- **Exercise goal**
Your job with the data below is to output exactly the lines from the one holding "elevationWindowDeg: [0, 30]" down to the one holding "for horizontal polarization", both included, and no others.

[Opening Material for this task section]

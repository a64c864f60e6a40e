// The reference checks over the ground plane z = 0 (the rows "over ground" of the validation table).
// Perfect ground: image theory against the free-space textbook values. Real ground: the Fresnel
// reflection coefficient read back from the solver's pattern against its closed form (fresnel.ts).
// Lengths in wavelengths with λ = 1 m (frequency = c), except the real-ground rows, at 7.1 MHz.
import { intensityAt, solveShape, validateShape, type Shape, type Vec3 } from "../em/index.js";
import { GROUND_PRESETS } from "../em/ground.js";
import { DEG_PER_RAD, RAD_PER_DEG, SPEED_OF_LIGHT_M_PER_S, wavelengthM } from "../units.js";
import { fresnelMagnitude } from "./fresnel.js";
import { halfWaveMutualResistanceOhm } from "./inducedEmf.js";
import type { ReferenceCase } from "./referenceChecks.js";

const BALANIS_IMAGES = "Balanis, Antenna Theory, 3rd ed., §4.7 (image theory; section number from memory)";
const REAL_GROUND_HZ = 7.1e6;
const AVERAGE = GROUND_PRESETS.average;
const AVERAGE_TEXT = `average ground (ε_r ${AVERAGE.relativePermittivity}, σ ${AVERAGE.conductivitySPerM * 1e3} mS/m) at ${REAL_GROUND_HZ / 1e6} MHz`;

function overGround(pointsM: Vec3[], radiusM: number, feedVertex: number, ground: Shape["ground"], frequencyHz = SPEED_OF_LIGHT_M_PER_S, segmentsPerWavelength = 50): Shape {
  return validateShape({ frequencyHz, wireRadiusM: radiusM, segmentsPerWavelength, wires: [{ pointsM }], feed: { wire: 0, vertex: feedVertex }, ground });
}

/** Base-fed 0.25 λ monopole over perfect ground. */
const monopole = (radiusWl: number) => overGround([[0, 0, 0], [0, 0, 0.25]], radiusWl, 0, { type: "perfect" });

/** Centre-fed 0.5 λ dipole, horizontal (along x) or vertical, centred at heightM; λ = c/frequencyHz. */
function halfWave(orientation: "horizontal" | "vertical", heightM: number, radiusM: number, ground: Shape["ground"], frequencyHz = SPEED_OF_LIGHT_M_PER_S, segmentsPerWavelength = 50): Shape {
  const q = wavelengthM(frequencyHz) / 4;
  const pts: Vec3[] = orientation === "horizontal" ? [[-q, 0, heightM], [0, 0, heightM], [q, 0, heightM]] : [[0, 0, heightM - q], [0, 0, heightM], [0, 0, heightM + q]];
  return overGround(pts, radiusM, 1, ground, frequencyHz, segmentsPerWavelength);
}

/**
 * |Γ| at elevation ψ over average ground, read from the solver's pattern of a half-wave dipole whose
 * field is E = E_d(1 + Γ e^{−ja}), a = 2kh sin ψ: the direct ray plus the ray reflected at the ground,
 * 2h sin ψ longer (Balanis §4.8). At a = π, |E/E_d|² = |1 − Γ|²; at a = 2π, |1 + Γ|²; their mean is
 * 1 + |Γ|². E_d is the solution's direct (free-space) field of the same currents, in the same direction.
 * Over real ground the vertical dipole's current is slightly asymmetric, so there the reflected ray
 * is not exactly Γ times the direct one (a deviation of order 1e-4).
 */
function reflectionFromPattern(orientation: "horizontal" | "vertical", elevationDeg: number): number {
  const lambdaM = wavelengthM(REAL_GROUND_HZ);
  const ratioSquared = (phaseHalfTurns: number) => {
    const heightM = (phaseHalfTurns * lambdaM) / (4 * Math.sin(elevationDeg * RAD_PER_DEG));
    const s = solveShape(halfWave(orientation, heightM, 1e-3, AVERAGE, REAL_GROUND_HZ, 25), { energyBalance: false });
    const at = s.ground!.gainAtElevationDbi.find((e) => e.elevationDeg === elevationDeg);
    if (!at) throw new Error(`${elevationDeg}° is not one of the planning elevations`);
    const totalWPerSr = (10 ** (at.gainDbi / 10) * s.inputPowerW) / (4 * Math.PI); // U = G·P_in/(4π)
    const directWPerSr = intensityAt(s.farField, (90 - elevationDeg) * RAD_PER_DEG, s.ground!.peakAzimuthDeg * RAD_PER_DEG, new Float64Array(4));
    return totalWPerSr / directWPerSr;
  };
  return Math.sqrt((ratioSquared(1) + ratioSquared(2)) / 2 - 1);
}

export const GROUND_CASES: ReferenceCase[] = [
  {
    id: "ground-monopole-resistance", quantity: "input resistance of a base-fed 0.25 λ monopole over perfect ground, radius 1e-7 λ", unit: "Ω",
    reference: 36.5, source: `${BALANIS_IMAGES}: half the 0.5 λ dipole's 73.1 Ω (eq. 8-61, induced EMF, infinitely thin)`, tolerance: 2,
    compute: () => solveShape(monopole(1e-7)).inputImpedanceOhm.re,
  },
  {
    id: "ground-monopole-directivity", quantity: "directivity of a 0.25 λ monopole over perfect ground, radius 1e-3 λ", unit: "dBi",
    reference: 5.16, source: `${BALANIS_IMAGES}: twice the 0.5 λ dipole's (2.15 dBi + 3.01 dB)`, tolerance: 0.2,
    compute: () => solveShape(monopole(1e-3)).peakDirectivityDbi,
  },
  {
    id: "ground-horizontal-0.5wl-resistance", quantity: "input resistance of a horizontal 0.5 λ dipole 0.5 λ over perfect ground, radius 1e-7 λ", unit: "Ω",
    // the image is a second dipole 2h = 1 λ away carrying the opposite current: R = R11 − R12(2h)
    reference: 73.1 - halfWaveMutualResistanceOhm(1),
    source: "Balanis, Antenna Theory, 3rd ed., eq. 8-71a (induced EMF): R11 − R12(2h), R11 = 73.1 Ω (eq. 8-61), R12 at 1 λ spacing (equation numbers from memory)",
    tolerance: 4,
    compute: () => solveShape(halfWave("horizontal", 0.5, 1e-7, { type: "perfect" })).inputImpedanceOhm.re,
  },
  {
    id: "ground-horizontal-1wl-lobe", quantity: "elevation of the lowest lobe of a horizontal 0.5 λ dipole 1 λ over perfect ground", unit: "°",
    reference: Math.asin(1 / 4) * DEG_PER_RAD, source: `${BALANIS_IMAGES}: array factor 2 sin(kh sin ψ), lowest maximum at sin ψ = λ/(4h)`, tolerance: 0.1,
    // the next lobe, at sin ψ = 3λ/(4h) (48.6°), is as strong: search below it
    compute: () => solveShape(halfWave("horizontal", 1, 1e-3, { type: "perfect" }, SPEED_OF_LIGHT_M_PER_S, 25), { elevationWindowDeg: [0, 30] }).ground!.peakElevationDeg,
  },
  {
    id: "ground-average-reflection-horizontal", quantity: `|Γ| for horizontal polarization at 30° elevation over ${AVERAGE_TEXT}, from the pattern of a horizontal dipole`, unit: "",
    reference: fresnelMagnitude("horizontal", AVERAGE.relativePermittivity, AVERAGE.conductivitySPerM, REAL_GROUND_HZ, 30 * RAD_PER_DEG),
    source: "Balanis, Antenna Theory, 3rd ed., §4.8 (Fresnel reflection coefficient, closed form); the ground is the usual \"average\" pair (common practice)", tolerance: 0.005,
    compute: () => reflectionFromPattern("horizontal", 30),
  },
  {
    id: "ground-average-reflection-vertical", quantity: `|Γ| for vertical polarization at 15° elevation over ${AVERAGE_TEXT}, from the pattern of a vertical dipole`, unit: "",
    reference: fresnelMagnitude("vertical", AVERAGE.relativePermittivity, AVERAGE.conductivitySPerM, REAL_GROUND_HZ, 15 * RAD_PER_DEG),
    source: "Balanis, Antenna Theory, 3rd ed., §4.8 (Fresnel reflection coefficient, closed form); the ground is the usual \"average\" pair (common practice)", tolerance: 0.005,
    compute: () => reflectionFromPattern("vertical", 15),
  },
];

[Closing Material for this task section]

- **Answer for this exercise**
    compute: () => solveShape(halfWave("horizontal", 1, 1e-3, { type: "perfect" }, SPEED_OF_LIGHT_M_PER_S, 25), { elevationWindowDeg: [0, 30] }).ground!.peakElevationDeg,
  },
  {
    id: "ground-average-reflection-horizontal", quantity: `|Γ| for horizontal polarization at 30° elevation over ${AVERAGE_TEXT}, from the pattern of a horizontal dipole`, unit: "",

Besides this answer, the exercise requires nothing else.